Type 2 fuzzy logic has been developed in theory and practice to obtain achievement for real applications [1–10]. A review of the methods used in the design of interval type 2 fuzzy controllers has been considered [11]. However, the complexity of T2FLS is still large and many researches focus to reduce these problems on the approach to algorithm or hardware implementation. Some proposals implement type 2 FLS focus on the design, and software development for coding a high-speed defuzzification stage based on the average method of two type 1 FLS [12] or the optimization of an incremental fuzzy PD controller based on a genetic algorithm [13]. More recent works, where an interval type 2 FIS Karnik-Mendel is designed, tested and implemented based on hardware implementation [14]. Using GPUs for general purpose computing is mentioned in many researches, recently, to speed up complicated algorithms by parallelizing to suitable GPU architecture, especially for applications of fuzzy logic. Anderson et al. [15] presented a GPU solution for the fuzzy C-means (FCMs). This solution used OpenGL and Cg to achieve approximately two orders of magnitude computational speedup for some clustering profiles using an nVIDIA 8800 GPU. They later generalized the system for the use of non-Euclidean metrics [16]. Further, Sejun Kim [17] describes the method used to adapt a multilayer trees structure composed of fuzzy adaptive units into CUDA platforms. Chiosa and Kolb [18] present a framework for mesh clustering solely implemented on the GPU with a new generic multilevel clustering technique. Chia et al. [19] proposes the implementation of a zero-order TSK-fuzzy neural network (FNN) on GPUs to reduce training time. Harvey et al. [20] present a GPU solution for fuzzy inference. Anderson et al. [21] present a parallel implementation of fuzzy inference on a GPU using CUDA. Again, over two orders of speed improvement of this naturally parallel algorithm can be achieved under particular inference profiles. One problem with this system, as well as the FCM GPU implementation, is that they both rely upon OpenGL and Cg (graphics libraries), which makes the system and generalization of its difficult for newcomers to GPU programming.
Therefore, we carried out fuzzy logic systems analysis in order to take advantage of GPUs processing capabilities. The algorithm must be altered in order to be computed fast on a GPU. In this paper, we explore the use of nVIDIA's Compute Unified Device Architecture (CUDA) for the implementation of an interval type 2 fuzzy logic system (IT2FLS).
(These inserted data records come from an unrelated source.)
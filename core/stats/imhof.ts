/**
 * Distribution of a quadratic form in independent standard normal variables,
 * Q = sum_j lambda_j z_j^2, by numerical inversion of its characteristic function:
 * Imhof (1961), "Computing the distribution of quadratic forms in normal variables",
 * Biometrika 48(3/4), 419-426, equation (3.2) with x = 0 and central terms:
 *
 *   P(Q < 0) = 1/2 - (1/pi) int_0^inf sin(theta(u)) / (u rho(u)) du,
 *   theta(u) = (1/2) sum atan(lambda_j u),  rho(u) = prod (1 + lambda_j^2 u^2)^(1/4).
 *
 * The integral is truncated at U where Imhof's bound (3.3), applied to the largest
 * |lambda_j|, is below TRUNCATION_TOLERANCE. [0, U] is cut into [0, u0], [u0, 2 u0],
 * [2 u0, 4 u0], ... with u0 = 1 / max |lambda_j| (the integrand changes on the scale
 * 1 / |lambda_j| of every weight, so the pieces follow all scales), and each piece is
 * integrated by adaptive Gauss-Kronrod (7, 15) quadrature (Piessens, de Doncker-Kapenga,
 * Ueberhuber & Kahaner 1983, "QUADPACK", section 2.2) to its share of
 * INTEGRATION_TOLERANCE.
 */

/** Bound on the part of the integral beyond U (in probability units). */
const TRUNCATION_TOLERANCE = 1e-11;
/** Absolute error target of the quadrature over [0, U] (in probability units). */
const INTEGRATION_TOLERANCE = 1e-10;
/** Deepest interval bisection of the adaptive quadrature. */
const MAX_DEPTH = 40;
/** Most intervals the quadrature may examine. */
const MAX_INTERVALS = 20000;

// Kronrod 15-point nodes (positive half, descending) and weights; Gauss 7-point weights
// belong to the odd-indexed nodes xk[1], xk[3], xk[5] and the centre xk[7].
const XK = [
  0.991455371120812639206854697526329, 0.949107912342758524526189684047851, 0.864864423359769072789712788640926, 0.741531185599394439863864773280788, 0.586087235467691130294144845693013,
  0.405845151377397166906606412076961, 0.207784955007898467600689403773245, 0,
];
const WK = [
  0.02293532201052922496373200805897, 0.063092092629978553290700663189204, 0.104790010322250183839876322541518, 0.140653259715525918745189590510238, 0.16900472663926790282658342659855,
  0.190350578064785409913256402421014, 0.204432940075298892414161999234649, 0.209482141084727828012999174891714,
];
const WG = [0.129484966168869693270611432679082, 0.27970539148927666790146777142378, 0.381830050505118944950369775488975, 0.417959183673469387755102040816327];

/** Integrand sin(theta(u)) / (u rho(u)); its limit at u = 0 is (1/2) sum lambda. O(m). */
function imhofIntegrand(lambda: Float64Array, u: number): number {
  let theta = 0;
  let logRho = 0;
  for (let j = 0; j < lambda.length; j++) {
    const lu = (lambda[j] as number) * u;
    theta += Math.atan(lu);
    logRho += Math.log1p(lu * lu);
  }
  return Math.sin(0.5 * theta) / (u * Math.exp(0.25 * logRho));
}

/** Upper integration limit: smallest U whose truncation bound (Imhof 1961, eq. 3.3) is small enough. */
function truncationPoint(lambda: Float64Array, scratch: Float64Array): number {
  const m = lambda.length;
  for (let j = 0; j < m; j++) scratch[j] = Math.abs(lambda[j] as number);
  scratch.sort();
  // |integral beyond U| <= 1 / (k U^k prod_{j in S} |lambda_j|^(1/2)) for any subset S of
  // size 2k (dropping factors >= 1 from rho); take S = the largest |lambda| of each size.
  let best = Infinity;
  let logProd = 0;
  for (let size = 1; size <= m; size++) {
    const l = scratch[m - size] as number;
    if (l === 0) break;
    logProd += 0.5 * Math.log(l);
    const k = size / 2;
    const logU = (-Math.log(TRUNCATION_TOLERANCE * Math.PI * k) - logProd) / k;
    best = Math.min(best, Math.exp(logU));
  }
  return best;
}

/**
 * P(sum_j lambda_j z_j^2 < 0) for independent standard normal z_j, by Imhof's (1961)
 * inversion (see the module comment). Accurate to about 1e-9 absolute.
 * Cost O(m * number of quadrature nodes), typically a few thousand evaluations of O(m).
 * Example: lambda = [1, -1] gives 0.5 (by symmetry).
 */
export function quadraticFormLowerTail(lambda: Float64Array): number {
  const m = lambda.length;
  if (m === 0) throw new RangeError('quadraticFormLowerTail needs at least one weight');
  let allPositive = true;
  let allNegative = true;
  for (let j = 0; j < m; j++) {
    const l = lambda[j] as number;
    if (!Number.isFinite(l)) throw new RangeError(`quadratic form weight ${j} is not finite: ${l}`);
    if (l < 0) allPositive = false;
    if (l > 0) allNegative = false;
  }
  if (allPositive) return 0;
  if (allNegative) return 1;
  const scratch = new Float64Array(m);
  const upper = truncationPoint(lambda, scratch);
  const u0 = 1 / (scratch[m - 1] as number); // scratch holds the sorted |lambda|
  const pieces = Math.max(1, Math.ceil(Math.log2(Math.max(1, upper / u0))) + 1);
  const share = (INTEGRATION_TOLERANCE * Math.PI) / pieces; // integral units: probability times pi
  let integral = 0;
  let a = 0;
  let b = Math.min(u0, upper);
  while (a < upper) {
    integral += adaptiveKronrod(lambda, a, b, share);
    a = b;
    b = Math.min(2 * b, upper);
  }
  return Math.min(1, Math.max(0, 0.5 - integral / Math.PI));
}

/** Adaptive Gauss-Kronrod (7, 15) integral of the Imhof integrand over [lower, upper]. */
function adaptiveKronrod(lambda: Float64Array, lower: number, upper: number, tolerance: number): number {
  // Depth-first stack of intervals: each entry is (a, b, depth); no allocation in the loop.
  const stackA = new Float64Array(MAX_DEPTH + 2);
  const stackB = new Float64Array(MAX_DEPTH + 2);
  const stackDepth = new Int32Array(MAX_DEPTH + 2);
  stackA[0] = lower;
  stackB[0] = upper;
  stackDepth[0] = 0;
  let top = 1;
  let total = 0;
  let examined = 0;
  while (top > 0) {
    top--;
    const a = stackA[top] as number;
    const b = stackB[top] as number;
    const depth = stackDepth[top] as number;
    const centre = 0.5 * (a + b);
    const half = 0.5 * (b - a);
    const fc = imhofIntegrand(lambda, centre);
    let kronrod = (WK[7] as number) * fc;
    let gauss = (WG[3] as number) * fc;
    for (let j = 0; j < 7; j++) {
      const dx = half * (XK[j] as number);
      const sum = imhofIntegrand(lambda, centre - dx) + imhofIntegrand(lambda, centre + dx);
      kronrod += (WK[j] as number) * sum;
      if (j % 2 === 1) gauss += (WG[(j - 1) / 2] as number) * sum;
    }
    kronrod *= half;
    gauss *= half;
    examined++;
    const error = Math.abs(kronrod - gauss);
    const allowed = (tolerance * (b - a)) / (upper - lower);
    if (error <= allowed || depth >= MAX_DEPTH || examined >= MAX_INTERVALS) {
      total += kronrod;
      continue;
    }
    // Push the right half first so the left half is processed next.
    stackA[top] = centre;
    stackB[top] = b;
    stackDepth[top] = depth + 1;
    top++;
    stackA[top] = a;
    stackB[top] = centre;
    stackDepth[top] = depth + 1;
    top++;
  }
  return total;
}
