import { sharedFloat64, sharedInt32 } from '../sharedMemory';

/** Bits per least-significant-digit radix pass: 6 passes cover the 64 bits of a double. */
const DIGIT_BITS = 11;
const RADIX = 1 << DIGIT_BITS;
const DIGIT_MASK = RADIX - 1;
/** Digit passes over each 32-bit half of the key (11 + 11 + 10 bits). */
const PASSES_PER_WORD = 3;
/** Below this many values a stable insertion sort beats the radix passes' fixed cost. */
const INSERTION_LIMIT = 32;
/** Index of the low 32-bit word of a double in a Uint32Array view (0 on little-endian hosts). */
const LOW_WORD = new Uint8Array(Uint16Array.of(1).buffer)[0] === 1 ? 0 : 1;

/**
 * Stable argsort of doubles: the row indices ordered by value, ties (and -0 against +0) by
 * row index, NaN after every number. Same order as
 * `Int32Array.from(indices).sort((a, b) => v[a] - v[b] || a - b)` for NaN-free input,
 * without a JavaScript comparator call per comparison.
 *
 * Method: least-significant-digit radix sort (Knuth, "The Art of Computer Programming",
 * vol. 3, 2nd ed. (1998), section 5.2.5, "Sorting by distribution") on the IEEE 754 bit
 * pattern mapped to an unsigned key whose order is the numeric order (sign bit set for
 * non-negative values, all bits flipped for negative ones), in six 11-bit passes over the
 * two 32-bit halves; each pass is a stable counting sort, so equal keys keep index order.
 * Passes whose digit is the same for every value are skipped. Cost O(n) time (six passes
 * at most) and six n-word buffers, one of them the result; n below 32 uses insertion sort.
 * Example: argsortStable(Float64Array.of(3, -1, 3, 0)) -> Int32Array [1, 3, 0, 2].
 */
export function argsortStable(values: Float64Array): Int32Array {
  return sortedOrder(values).order;
}

/**
 * argsortStable's order together with the values in that order (NaN last). Values of a
 * finite range take the bucket path (bucketOrder): spread by value over about n/4 buckets,
 * each bucket then sorted in place; the rest (infinities, a range beyond the doubles, fewer
 * than 32 values) take the radix sort, whose order is the same.
 * Example: sortedOrder(Float64Array.of(3, -1, 3)).sorted -> Float64Array [-1, 3, 3].
 */
export function sortedOrder(values: Float64Array): { readonly order: Int32Array; readonly sorted: Float64Array } {
  const byBuckets = values.length >= INSERTION_LIMIT ? bucketOrder(values) : undefined;
  if (byBuckets) return byBuckets;
  const order = radixArgsort(values);
  const sorted = sharedFloat64(values.length);
  for (let k = 0; k < order.length; k++) sorted[k] = values[order[k] as number] as number;
  return { order, sorted };
}

/** Average values per bucket of the bucket path (a few, so that sorting inside a bucket is cheap). */
const PER_BUCKET = 4;
/** Nested bucket passes before a crowded bucket is merge-sorted instead (values whose spread defeats even spacing). */
const BUCKET_DEPTH = 3;

/**
 * The bucket path of sortedOrder (bucket sort: Knuth, vol. 3, section 5.2.5, and Cormen et
 * al., "Introduction to Algorithms", 3rd ed., section 8.4): undefined when the values hold
 * an infinity or their range overflows, else the stable order and the sorted values. NaN
 * go last in index order. Each bucket keeps its values in index order (a counting scatter),
 * a small bucket is finished by insertion sort with a strict comparison, a crowded one by
 * the same step inside it (its own range), then by merge sort; so ties keep index order and
 * the order equals the radix sort's. O(n) for values spread evenly enough, O(n log n) at worst.
 */
function bucketOrder(values: Float64Array): { order: Int32Array; sorted: Float64Array } | undefined {
  const n = values.length;
  let lo = Infinity;
  let hi = -Infinity;
  let nan = 0;
  for (let i = 0; i < n; i++) {
    const v = values[i] as number;
    if (v !== v) nan++;
    else {
      if (v < lo) lo = v;
      if (v > hi) hi = v;
    }
  }
  const m = n - nan;
  if (m > 0 && !(Number.isFinite(lo) && Number.isFinite(hi) && Number.isFinite(hi - lo))) return undefined;
  // In shared memory, so that worker threads read them without a copy (core/node/pool.ts, core/analysis/designSums.ts).
  const order = sharedInt32(n);
  const sorted = sharedFloat64(n);
  const scratch = new Scratch();
  const buckets = Math.max(2, Math.floor(m / PER_BUCKET));
  const scale = buckets / (hi - lo);
  // The first bucket pass goes straight from the values (the step sortRange takes: the same
  // buckets in the same order), so they are not copied first. When sortRange would not take
  // that step, one bucket at scale 0 copies them in index order and sortRange goes on.
  // NaN go after the numbers, in index order (-0 and +0 compare equal, as their radix keys are).
  const direct = m > INSERTION_LIMIT && lo !== hi && Number.isFinite(scale);
  const passBuckets = direct ? buckets : 1;
  const passScale = direct ? scale : 0;
  const last = passBuckets - 1;
  const bucketOf = (v: number): number => {
    const q = Math.floor((v - lo) * passScale);
    return q > last ? last : q;
  };
  const start = new Int32Array(passBuckets + 1);
  for (let i = 0; i < n; i++) {
    const v = values[i] as number;
    if (v !== v) continue;
    const c = bucketOf(v) + 1;
    start[c] = (start[c] as number) + 1;
  }
  for (let c = 0; c < passBuckets; c++) start[c + 1] = (start[c + 1] as number) + (start[c] as number);
  const next = start.slice(0, passBuckets);
  let b = m;
  for (let i = 0; i < n; i++) {
    const v = values[i] as number;
    if (v !== v) {
      order[b] = i;
      sorted[b++] = v;
      continue;
    }
    const c = bucketOf(v);
    const at = next[c] as number;
    next[c] = at + 1;
    order[at] = i;
    sorted[at] = v;
  }
  if (direct) sortBuckets(order, sorted, 0, start, buckets, scratch, 0);
  else sortRange(order, sorted, 0, m, lo, hi, scratch, 0);
  return { order, sorted };
}

/** Scratch of the nested passes and the merge sort, made as large as the largest range that needs it, when one does. */
class Scratch {
  idx = new Int32Array(0);
  val = new Float64Array(0);
  /** Room for `size` entries. */
  ensure(size: number): void {
    if (this.idx.length >= size) return;
    this.idx = new Int32Array(size);
    this.val = new Float64Array(size);
  }
}

/**
 * Sorts positions from..to-1 of (order, sorted) by value, stably, given their least and
 * greatest value; `scratch` grows to the length of the range when a pass needs it.
 */
function sortRange(order: Int32Array, sorted: Float64Array, from: number, to: number, lo: number, hi: number, scratch: Scratch, depth: number): void {
  const size = to - from;
  if (size < 2 || lo === hi) return;
  if (size <= INSERTION_LIMIT) return insertionRange(order, sorted, from, to);
  const buckets = Math.max(2, Math.floor(size / PER_BUCKET));
  const scale = buckets / (hi - lo);
  scratch.ensure(size);
  const { idx, val } = scratch;
  if (depth >= BUCKET_DEPTH || !Number.isFinite(scale)) return mergeRange(order, sorted, from, to, idx, val);
  const last = buckets - 1;
  // Bucket of each position (monotone in the value: a subtraction and a product by a positive number round monotonically).
  const bucketOf = new Int32Array(size);
  const start = new Int32Array(buckets + 1);
  for (let k = 0; k < size; k++) {
    const q = Math.floor(((sorted[from + k] as number) - lo) * scale);
    const c = q > last ? last : q;
    bucketOf[k] = c;
    start[c + 1] = (start[c + 1] as number) + 1;
  }
  for (let c = 0; c < buckets; c++) start[c + 1] = (start[c + 1] as number) + (start[c] as number);
  const next = start.slice(0, buckets);
  for (let k = 0; k < size; k++) {
    const c = bucketOf[k] as number;
    const at = next[c] as number;
    next[c] = at + 1;
    idx[at] = order[from + k] as number;
    val[at] = sorted[from + k] as number;
  }
  order.set(idx.subarray(0, size), from);
  sorted.set(val.subarray(0, size), from);
  sortBuckets(order, sorted, from, start, buckets, scratch, depth);
}

/** Finishes the buckets of a pass (bucket c at from + start[c] .. from + start[c + 1] - 1): insertion sort when small, another pass inside when crowded. */
function sortBuckets(order: Int32Array, sorted: Float64Array, from: number, start: Int32Array, buckets: number, scratch: Scratch, depth: number): void {
  for (let c = 0; c < buckets; c++) {
    const s = from + (start[c] as number);
    const e = from + (start[c + 1] as number);
    if (e - s < 2) continue;
    if (e - s <= INSERTION_LIMIT) {
      insertionRange(order, sorted, s, e);
      continue;
    }
    let bLo = Infinity;
    let bHi = -Infinity;
    for (let k = s; k < e; k++) {
      const v = sorted[k] as number;
      if (v < bLo) bLo = v;
      if (v > bHi) bHi = v;
    }
    sortRange(order, sorted, s, e, bLo, bHi, scratch, depth + 1);
  }
}

/** Stable insertion sort of positions from..to-1 by value (strict comparison: ties keep their order). */
function insertionRange(order: Int32Array, sorted: Float64Array, from: number, to: number): void {
  for (let i = from + 1; i < to; i++) {
    const v = sorted[i] as number;
    if (!(v < (sorted[i - 1] as number))) continue;
    const o = order[i] as number;
    let k = i;
    while (k > from && v < (sorted[k - 1] as number)) {
      sorted[k] = sorted[k - 1] as number;
      order[k] = order[k - 1] as number;
      k--;
    }
    sorted[k] = v;
    order[k] = o;
  }
}

/** Stable bottom-up merge sort of positions from..to-1 by value; `idx`, `val`: scratch of at least to - from. */
function mergeRange(order: Int32Array, sorted: Float64Array, from: number, to: number, idx: Int32Array, val: Float64Array): void {
  const size = to - from;
  for (let s = from; s < to; s += INSERTION_LIMIT) insertionRange(order, sorted, s, Math.min(to, s + INSERTION_LIMIT));
  let srcO = order.subarray(from, to);
  let srcV = sorted.subarray(from, to);
  let dstO = idx.subarray(0, size);
  let dstV = val.subarray(0, size);
  for (let width = INSERTION_LIMIT; width < size; width *= 2) {
    for (let left = 0; left < size; left += 2 * width) {
      const mid = Math.min(size, left + width);
      const end = Math.min(size, left + 2 * width);
      let i = left;
      let j = mid;
      let k = left;
      // Strict comparison: a tie takes the left (earlier) run's value first.
      while (i < mid && j < end) {
        if ((srcV[j] as number) < (srcV[i] as number)) {
          dstO[k] = srcO[j] as number;
          dstV[k++] = srcV[j++] as number;
        } else {
          dstO[k] = srcO[i] as number;
          dstV[k++] = srcV[i++] as number;
        }
      }
      while (i < mid) {
        dstO[k] = srcO[i] as number;
        dstV[k++] = srcV[i++] as number;
      }
      while (j < end) {
        dstO[k] = srcO[j] as number;
        dstV[k++] = srcV[j++] as number;
      }
    }
    [srcO, dstO] = [dstO, srcO];
    [srcV, dstV] = [dstV, srcV];
  }
  if (srcO.buffer !== order.buffer || srcO.byteOffset !== order.byteOffset + 4 * from) {
    order.set(srcO, from);
    sorted.set(srcV, from);
  }
}

/** The radix path of argsortStable (see there). */
function radixArgsort(values: Float64Array): Int32Array {
  const n = values.length;
  if (n < INSERTION_LIMIT) return insertionArgsort(values);
  const scratch = new Float64Array(1);
  const words = new Uint32Array(scratch.buffer);
  let hiKeys = new Uint32Array(n);
  let loKeys = new Uint32Array(n);
  const histograms = new Int32Array(2 * PASSES_PER_WORD * RADIX);
  for (let i = 0; i < n; i++) {
    const v = values[i] as number;
    // One bit pattern for every NaN, and +0 for -0, so that they tie as numbers do.
    scratch[0] = v !== v ? NaN : v + 0;
    let lo = words[LOW_WORD] as number;
    let hi = words[1 - LOW_WORD] as number;
    if (hi >>> 31) {
      hi = ~hi >>> 0;
      lo = ~lo >>> 0;
    } else {
      hi = (hi | 0x80000000) >>> 0;
    }
    hiKeys[i] = hi;
    loKeys[i] = lo;
    for (let pass = 0; pass < PASSES_PER_WORD; pass++) {
      const shift = pass * DIGIT_BITS;
      const a = pass * RADIX + ((lo >>> shift) & DIGIT_MASK);
      const b = (pass + PASSES_PER_WORD) * RADIX + ((hi >>> shift) & DIGIT_MASK);
      histograms[a] = (histograms[a] as number) + 1;
      histograms[b] = (histograms[b] as number) + 1;
    }
  }
  let order = new Int32Array(n);
  for (let i = 0; i < n; i++) order[i] = i;
  let nextOrder = new Int32Array(n);
  let nextHi = new Uint32Array(n);
  let nextLo = new Uint32Array(n);
  for (let pass = 0; pass < 2 * PASSES_PER_WORD; pass++) {
    const base = pass * RADIX;
    if (!toOffsets(histograms, base, n)) continue;
    const lowWord = pass < PASSES_PER_WORD;
    const shift = (pass % PASSES_PER_WORD) * DIGIT_BITS;
    if (lowWord) {
      // The low word is still needed by later low-word passes; the high word always is.
      for (let k = 0; k < n; k++) {
        const lo = loKeys[k] as number;
        const slot = base + ((lo >>> shift) & DIGIT_MASK);
        const at = histograms[slot] as number;
        histograms[slot] = at + 1;
        nextLo[at] = lo;
        nextHi[at] = hiKeys[k] as number;
        nextOrder[at] = order[k] as number;
      }
      const t = loKeys;
      loKeys = nextLo;
      nextLo = t;
    } else {
      for (let k = 0; k < n; k++) {
        const hi = hiKeys[k] as number;
        const slot = base + ((hi >>> shift) & DIGIT_MASK);
        const at = histograms[slot] as number;
        histograms[slot] = at + 1;
        nextHi[at] = hi;
        nextOrder[at] = order[k] as number;
      }
    }
    const th = hiKeys;
    hiKeys = nextHi;
    nextHi = th;
    const to = order;
    order = nextOrder;
    nextOrder = to;
  }
  return order;
}

/**
 * Turns the digit counts at histograms[base .. base + RADIX) into starting offsets.
 * Returns false when one digit holds all n values, so the pass would not move anything.
 */
function toOffsets(histograms: Int32Array, base: number, n: number): boolean {
  let sum = 0;
  for (let d = 0; d < RADIX; d++) {
    const count = histograms[base + d] as number;
    if (count === n) return false;
    histograms[base + d] = sum;
    sum += count;
  }
  return true;
}

/** True when value a sorts before value b (NaN last; equal values, -0 and +0 included, tie). */
function before(a: number, b: number): boolean {
  return a < b || (b !== b && a === a);
}

function insertionArgsort(values: Float64Array): Int32Array {
  const n = values.length;
  const order = new Int32Array(n);
  for (let i = 0; i < n; i++) {
    const v = values[i] as number;
    let k = i;
    // Strict comparison keeps equal values in index order.
    while (k > 0 && before(v, values[order[k - 1] as number] as number)) {
      order[k] = order[k - 1] as number;
      k--;
    }
    order[k] = i;
  }
  return order;
}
This language exposes the functionality of the GPU in a language that most programmers are familiar with, the C/C++ language that the masses can understand and more easily integrate into applications that do not have the need otherwise to interface with a graphics API. Experiments are implemented for obstacle avoidance behavior of robot navigation based on nVIDIA platform with the summarized reports on runtime.
The paper is organized as follows: Section 2 presents an overview on GPUs and CUDA; Section 3 introduces the interval type 2 fuzzy logic systems; Section 4 proposes a speedup of IT2FLS using GPU and CUDA; Section 5 presents experimental results of IT2FLS be implemented on GPUs in comparing with on CPU; Section 6 is conclusion and future works.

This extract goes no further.